▼

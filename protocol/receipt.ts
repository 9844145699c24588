/**
 * The receipt: the desk's word that segments are in its store, so that the gateway may delete them. MessagePack. Names
 * each segment by number and content hash, since a number alone would confirm another content under the same number.
 */
import { z } from 'zod';
import { binary } from './binary.ts';
import { encode } from './codec.ts';
import { ProtocolError } from './errors.ts';
import { MAX_RECEIPT_SEGMENTS } from './limits.ts';
import { nameSchema, readPacked } from './message.ts';
import { MESSAGE_FORMAT } from './version.ts';

/** One confirmed segment. */
export const receiptSegmentSchema = z.strictObject({
  number: z
    .int()
    .min(0)
    .max(2 ** 32 - 1),
  hash: binary(32),
});

/** Every field of a receipt. */
export const receiptSchema = z.strictObject({
  format: z.literal(MESSAGE_FORMAT),
  kind: z.literal('receipt'),
  site: nameSchema,
  gateway: nameSchema,
  stream: binary(8),
  segments: z.array(receiptSegmentSchema).min(1).max(MAX_RECEIPT_SEGMENTS),
});

/** A receipt as it stands in MessagePack. */
export type ReceiptMessage = z.output<typeof receiptSchema>;

/** One confirmed segment: its number and the SHA-256 of all its bytes. */
export interface ReceiptSegment {
  readonly number: number;
  readonly hash: Uint8Array;
}

/** What a receipt is made of. */
export interface ReceiptFacts {
  readonly site: string;
  readonly gateway: string;
  /** Random id of the gateway's stream, 8 bytes. */
  readonly stream: Uint8Array;
  readonly segments: readonly ReceiptSegment[];
}

/**
 * Payload of a receipt for 1 to MAX_RECEIPT_SEGMENTS segments of one stream.
 *
 * shapes  stream 8 bytes, each hash 32
 * throws  ProtocolError 'encode' on no segments or too many; 'schema' on ids or hashes of another length
 */
export const receiptMessage = (facts: ReceiptFacts): Uint8Array => {
  const { site, gateway, stream, segments } = facts;
  if (segments.length < 1 || segments.length > MAX_RECEIPT_SEGMENTS) {
    const text = `receipt message: expected 1 to ${MAX_RECEIPT_SEGMENTS} segments, got ${segments.length}`;
    throw new ProtocolError('encode', text, { details: { segments: segments.length } });
  }
  const message: ReceiptMessage = {
    format: MESSAGE_FORMAT,
    kind: 'receipt',
    site,
    gateway,
    stream,
    segments: segments.map(({ number, hash }) => ({ number, hash })),
  };
  const payload = encode(message);
  parseReceiptMessage(payload);
  return payload;
};

/** Reads a receipt; throws ProtocolError 'size', 'scan', 'decode', 'format' or 'schema'. */
export const parseReceiptMessage = (payload: Uint8Array): ReceiptMessage =>
  readPacked(receiptSchema, 'receipt', payload);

▲

ABOUT THIS TASK:
Could you copy each line in the listing above that includes the word "bytes"?

EXPECTED ANSWER:
/** One confirmed segment: its number and the SHA-256 of all its bytes. */
  /** Random id of the gateway's stream, 8 bytes. */
 * shapes  stream 8 bytes, each hash 32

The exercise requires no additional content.